◆ **DIRECTIONS FOR THIS TASK**: Identify and pull out each line of the entries in which "about" occurs.

◆ **SOURCE INFORMATION**:
impl Lathe {
    fn new(mesh: &TriMesh, ring: &[u32], root: &RootSpec) -> Lathe {
        // The blade records the exact centre (a flat moves the box's middle).
        let c = shank_centre(mesh, ring, root);
        let dirs = ring
            .iter()
            .map(|&i| {
                let p = mesh.vertices[i as usize];
                let d = Vector3::new(p.x - c.x, p.y - c.y, 0.0);
                let rho = d.norm();
                (d / rho, rho)
            })
            .collect();
        Lathe { c, dirs }
    }

    /// The point at distance `rho` from the centre in the direction of ring vertex `k`,
    /// at height `z`.
    fn at(&self, k: usize, rho: f64, z: f64) -> Point3<f64> {
        let c = self.c;
        let d = self.dirs[k].0;
        Point3::new(c.x + d.x * rho, c.y + d.y * rho, z)
    }

    /// A ring of new vertices, one per ring direction, at `rho(k)` and height `z`.
    fn new_ring(&self, mesh: &mut TriMesh, rho: impl Fn(usize) -> f64, z: f64) -> Vec<u32> {
        (0..self.dirs.len())
            .map(|k| mesh.push_vertex(self.at(k, rho(k), z)))
            .collect()
    }

    /// The outer profile from the ring down to the root face, as rings of vertex
    /// indices: the ring itself, then with a flange the fillet's rings (a quarter
    /// circle), the plate's top rim and its bottom rim in the root face.
    fn outer_profile(
        &self,
        mesh: &mut TriMesh,
        ring: &[u32],
        flange: Option<&FlangeSpec>,
        face: f64,
    ) -> Vec<Vec<u32>> {
        let mut outer: Vec<Vec<u32>> = vec![ring.to_vec()];
        let Some(f) = flange else {
            debug_assert!((mesh.vertices[ring[0] as usize].z - face).abs() < 1e-9);
            return outer;
        };
        let z_top = face + f.thickness;
        let steps = if f.fillet > 0.0 { FILLET_STEPS } else { 0 };
        for s in 1..=steps {
            // Quarter circle from (rho, z_top + r) to (rho + r, z_top).
            let th = std::f64::consts::FRAC_PI_2 * s as f64 / FILLET_STEPS as f64;
            let (dr, dz) = (f.fillet * (1.0 - th.cos()), f.fillet * (1.0 - th.sin()));
            outer.push(self.new_ring(mesh, |k| self.dirs[k].1 + dr, z_top + dz));
        }
        let r_f = 0.5 * f.diameter;
        outer.push(self.new_ring(mesh, |_| r_f, z_top));
        outer.push(self.new_ring(mesh, |_| r_f, face));
        outer
    }

    /// The bore opening in the root face inside the skin's own ring (no flange): the
    /// face between `bottom` and the mouth triangulated, the bore a circle of as many
    /// sides as the ring (at least 12), then its wall and drill point.
    fn bore_in_ring(
        &self,
        mesh: &mut TriMesh,
        bottom: &[u32],
        b: &BoreSpec,
        root: &RootSpec,
        face: f64,
    ) -> Result<(), MountError> {
        let c = self.c;
        let rb = 0.5 * b.diameter;
        let sides = self.dirs.len().max(12);
        let mut circle = |z: f64| -> Vec<u32> {
            (0..sides)
                .map(|k| {
                    let t = std::f64::consts::TAU * k as f64 / sides as f64;
                    mesh.push_vertex(Point3::new(c.x + rb * t.cos(), c.y + rb * t.sin(), z))
                })
                .collect()
        };
        let mouth = circle(face);
        let floor = circle(face + b.depth);
        annulus(mesh, bottom, &mouth)?;
        strip(mesh, &mouth, &floor, c);
        self.drill_point(mesh, &floor, b, root, face);
        Ok(())
    }

    /// The bore opening in the flange's face: mouth and floor on the ring's directions,
    /// joined to `bottom` by a strip, then its wall and drill point.
    fn bore_in_flange(
        &self,
        mesh: &mut TriMesh,
        bottom: &[u32],
        b: &BoreSpec,
        root: &RootSpec,
        face: f64,
    ) {
        let rb = 0.5 * b.diameter;
        let mouth = self.new_ring(mesh, |_| rb, face);
        let floor = self.new_ring(mesh, |_| rb, face + b.depth);
        strip(mesh, bottom, &mouth, self.c);
        strip(mesh, &mouth, &floor, self.c);
        self.drill_point(mesh, &floor, b, root, face);
    }

    /// The bore's floor closed by a fan to the drill point's apex (on the floor's
    /// plane for a flat floor).
    fn drill_point(
        &self,
        mesh: &mut TriMesh,
        floor: &[u32],
        b: &BoreSpec,
        root: &RootSpec,
        face: f64,
    ) {
        let (c, z) = (self.c, face + b.depth + root.bore_point_depth());
        let apex = mesh.push_vertex(Point3::new(c.x, c.y, z));
        fan(mesh, floor, apex, c);
    }

    /// The root face without a bore: a fan from `bottom` to the centre.
    fn close_face(&self, mesh: &mut TriMesh, bottom: &[u32], face: f64) {
        let centre = mesh.push_vertex(Point3::new(self.c.x, self.c.y, face));
        fan(mesh, bottom, centre, self.c);
    }
}

/// The planar face between the loop `outer` and the loop `inner` inside it (both in the
/// root face's plane, any sense), facing down (-z, away from the blade): a constrained
/// Delaunay triangulation of the two loops with no added points, so its boundary is
/// the loops' own edges.
fn annulus(mesh: &mut TriMesh, outer: &[u32], inner: &[u32]) -> Result<(), MountError> {
    let ids: Vec<u32> = outer.iter().chain(inner).copied().collect();
    let pts: Vec<Point2<f64>> = ids
        .iter()
        .map(|&i| {
            let p = mesh.vertices[i as usize];
            Point2::new(p.x, p.y)
        })
        .collect();
    let loops = [0..outer.len(), outer.len()..ids.len()];
    let tris = crate::planar::triangulate(&pts, &loops).ok_or(MountError::BoreMeetsOutline)?;
    // Counter-clockwise in (x, y) faces +z; the root face faces -z.
    mesh.triangles
        .extend(tris.iter().map(|t| [ids[t[0]], ids[t[2]], ids[t[1]]]));
    Ok(())
}

/// Pushes a triangle oriented so that its normal points away from the solid, judged by
/// `outward` (a vector the normal should agree with).
fn push_oriented(mesh: &mut TriMesh, t: [u32; 3], outward: Vector3<f64>) {
    let [a, b, cc] = t.map(|i| mesh.vertices[i as usize]);
    let nrm = (b - a).cross(&(cc - a));
    if nrm.norm_squared() == 0.0 {
        return;
    }
    mesh.triangles.push(if nrm.dot(&outward) >= 0.0 {
        t
    } else {
        [t[0], t[2], t[1]]
    });
}

/// Quad strip between two rings of equal count (closed loops), `a` before `b` along
/// the profile walk (see [`strip_outward`]).
fn strip(mesh: &mut TriMesh, a: &[u32], b: &[u32], c: Point3<f64>) {
    let n = a.len();
    for k in 0..n {
        let k1 = (k + 1) % n;
        let (p0, p1, q0, q1) = (a[k], a[k1], b[k], b[k1]);
        let outward = strip_outward(mesh, p0, q0, c);
        push_oriented(mesh, [p0, p1, q1], outward);
        push_oriented(mesh, [p0, q1, q0], outward);
    }
}

/// Outward direction of the profile segment from vertex `p` to vertex `q`.
///
/// The profile is walked in one sense all the way: down the outside from the skin's
/// ring to the root face, inward across the face, up the bore and to the drill point. In
/// the (r, z) half-plane the solid then always lies to the right of the walking
/// direction `(dr, dz)`, so the outward normal is its left normal `(-dz, dr)`.
fn strip_outward(mesh: &TriMesh, p: u32, q: u32, c: Point3<f64>) -> Vector3<f64> {
    let (pp, qq) = (mesh.vertices[p as usize], mesh.vertices[q as usize]);
    let radial = |x: &Point3<f64>| Vector3::new(x.x - c.x, x.y - c.y, 0.0);
    let sum = radial(&pp) + radial(&qq);
    let e_r = if sum.norm_squared() > 0.0 {
        sum.normalize()
    } else {
        Vector3::x()
    };
    let dr = radial(&qq).norm() - radial(&pp).norm();
    let dz = qq.z - pp.z;
    e_r * (-dz) + Vector3::z() * dr
}

/// Closes a ring with a fan to a single vertex.
fn fan(mesh: &mut TriMesh, ring: &[u32], apex: u32, c: Point3<f64>) {
    let n = ring.len();
    for k in 0..n {
        let outward = strip_outward(mesh, ring[k], apex, c);
        push_oriented(mesh, [ring[k], ring[(k + 1) % n], apex], outward);
    }
}

/// Points per hole loop (entry and exit curves).
const HOLE_STEPS: usize = 96;

/// A cross hole: its axis runs along y through the shank axis at height `z`; radius `r`,
/// mm.
#[derive(Debug, Clone, Copy)]
struct CrossHole {
    z: f64,
    r: f64,
}

/// Cuts cross holes through the skin's straight round shank (radius `r_shank` about
/// `c`), all in one band of the skin.
///
/// The skin is the tessellation's structured grid: vertex `(i, j)` (column `i` around
/// the section, row `j` along the span) is `ring[i] + j`, so the row count is
/// `ring[1] - ring[0]` and the grid holds the first `grid_vertices` vertices. The band
/// of rows around the hole is unrolled to `(R theta, z)` (cut at the column farthest
/// from the hole's two ends), retriangulated by a constrained Delaunay triangulation
/// of the band's own boundary vertices, its inner grid vertices clear of the hole, and
/// the hole's entry and exit curves (the exact intersection of the two cylinders,
/// `HOLE_STEPS` points each) as constrained loops whose insides are left out; a tube of
/// straight segments parallel to y joins entry and exit. Every boundary edge is shared
/// with the untouched skin, so the part stays watertight by construction.
fn add_cross_holes(
    mesh: &mut TriMesh,
    ring: &[u32],
    grid_vertices: usize,
    c: Point3<f64>,
    r_shank: f64,
    holes: &[CrossHole],
) -> Result<(), MountError> {
    let band = Band::around(mesh, ring, holes)?;
    let unrolled = Unrolled::new(mesh, &band, c, r_shank);
    let mut cdt = BandPoints::default();
    cdt.add_boundary(&band, &unrolled);
    cdt.add_inner_grid(mesh, &band, &unrolled, holes, c);
    cdt.add_levels(mesh, &band, &unrolled, holes, c);
    let loops = cdt.add_hole_loops(mesh, &unrolled, holes);
    let faces = cdt.triangulate()?;
    remove_band(mesh, grid_vertices, &band);
    add_band_faces(mesh, &cdt, &faces, &loops, c);
    add_hole_walls(mesh, holes, &loops, c);
    Ok(())
}

/// The rows of the skin's grid that enclose every hole: rows `ja` (below the holes) to
/// `jb` (beyond them).
struct Band<'a> {
    /// The skin's root ring: column `i` starts at vertex `ring[i]`.
    ring: &'a [u32],
    /// Rows along the span.
    rows: usize,
    /// Height of each row (the root ring lies in planes z = const).
    zs: Vec<f64>,
    /// Last row wholly below the holes.
    ja: usize,
    /// First row wholly beyond the holes.
    jb: usize,
}

impl<'a> Band<'a> {
    fn around(mesh: &TriMesh, ring: &'a [u32], holes: &[CrossHole]) -> Result<Self, MountError> {
        let rows = (ring[1] - ring[0]) as usize;
        if rows < 2 {
            return Err(MountError::TooFewRows);
        }
        let zs: Vec<f64> = (0..rows)
            .map(|j| mesh.vertices[(ring[0] + j as u32) as usize].z)
            .collect();
        let z_lo = holes
            .iter()
            .map(|h| h.z - h.r)
            .fold(f64::INFINITY, f64::min);
        let z_hi = holes
            .iter()
            .map(|h| h.z + h.r)
            .fold(f64::NEG_INFINITY, f64::max);
        let Some(ja) = (0..rows).rev().find(|&j| zs[j] < z_lo) else {
            return Err(MountError::NoRowBelow);
        };
        let Some(jb) = (0..rows).find(|&j| zs[j] > z_hi) else {
            return Err(MountError::NoRowBeyond);
        };
        Ok(Band {
            ring,
            rows,
            zs,
            ja,
            jb,
        })
    }

    /// Columns around the section.
    fn columns(&self) -> usize {
        self.ring.len()
    }

    /// The grid vertex of column `i`, row `j`.
    fn vertex(&self, i: usize, j: usize) -> u32 {
        self.ring[i] + j as u32
    }

    /// The rows strictly between `ja` and `jb` with their heights.
    fn inner_rows(&self) -> impl DoubleEndedIterator<Item = (usize, f64)> + '_ {
        (self.ja + 1..self.jb).map(|j| (j, self.zs[j]))
    }
}

/// The band unrolled to `(u, z)` with `u = R theta`: columns by angle about the shank
/// axis, starting at the one farthest from the holes' ends (+-y), which stands at both
/// `u = 0` and `u = 2 pi R`.
struct Unrolled {
    c: Point3<f64>,
    r_shank: f64,
    /// Angle of each column (at row `ja`).
    th: Vec<f64>,
    /// The cut column.
    ks: usize,
    /// +1 when the columns run counter-clockwise, else -1.
    orient: f64,
}

impl Unrolled {
    fn new(mesh: &TriMesh, band: &Band<'_>, c: Point3<f64>, r_shank: f64) -> Self {
        let nu = band.columns();
        let th: Vec<f64> = (0..nu)
            .map(|i| theta(c, &mesh.vertices[band.vertex(i, band.ja) as usize]))
            .collect();
        let ks = (0..nu)
            .min_by(|&a, &b| th[a].sin().abs().total_cmp(&th[b].sin().abs()))
            .unwrap_or(0);
        let orient = if wrap(th[(ks + 1) % nu] - th[ks]) < std::f64::consts::PI {
            1.0
        } else {
            -1.0
        };
        Unrolled {
            c,
            r_shank,
            th,
            ks,
            orient,
        }
    }

    fn columns(&self) -> usize {
        self.th.len()
    }

    /// `u` of the angle `a`.
    fn u_of(&self, a: f64) -> f64 {
        self.r_shank * wrap(self.orient * (a - self.th[self.ks]))
    }

    /// `u` of a point on the shank.
    fn u_at(&self, p: &Point3<f64>) -> f64 {
        self.u_of(theta(self.c, p))
    }

    /// The grid column at step `t` from the cut.
    fn col(&self, t: usize) -> usize {
        (self.ks + t) % self.columns()
    }

    /// `u` of the column at step `t` from the cut (`t = columns()` is the cut again, at
    /// the right end).
    fn u_col(&self, t: usize) -> f64 {
        if t == 0 {
            0.0
        } else if t == self.columns() {
            self.r_shank * std::f64::consts::TAU
        } else {
            self.u_of(self.th[self.col(t)])
        }
    }
}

◆ **TASK ANSWER**:
/// Cuts cross holes through the skin's straight round shank (radius `r_shank` about
/// The band unrolled to `(u, z)` with `u = R theta`: columns by angle about the shank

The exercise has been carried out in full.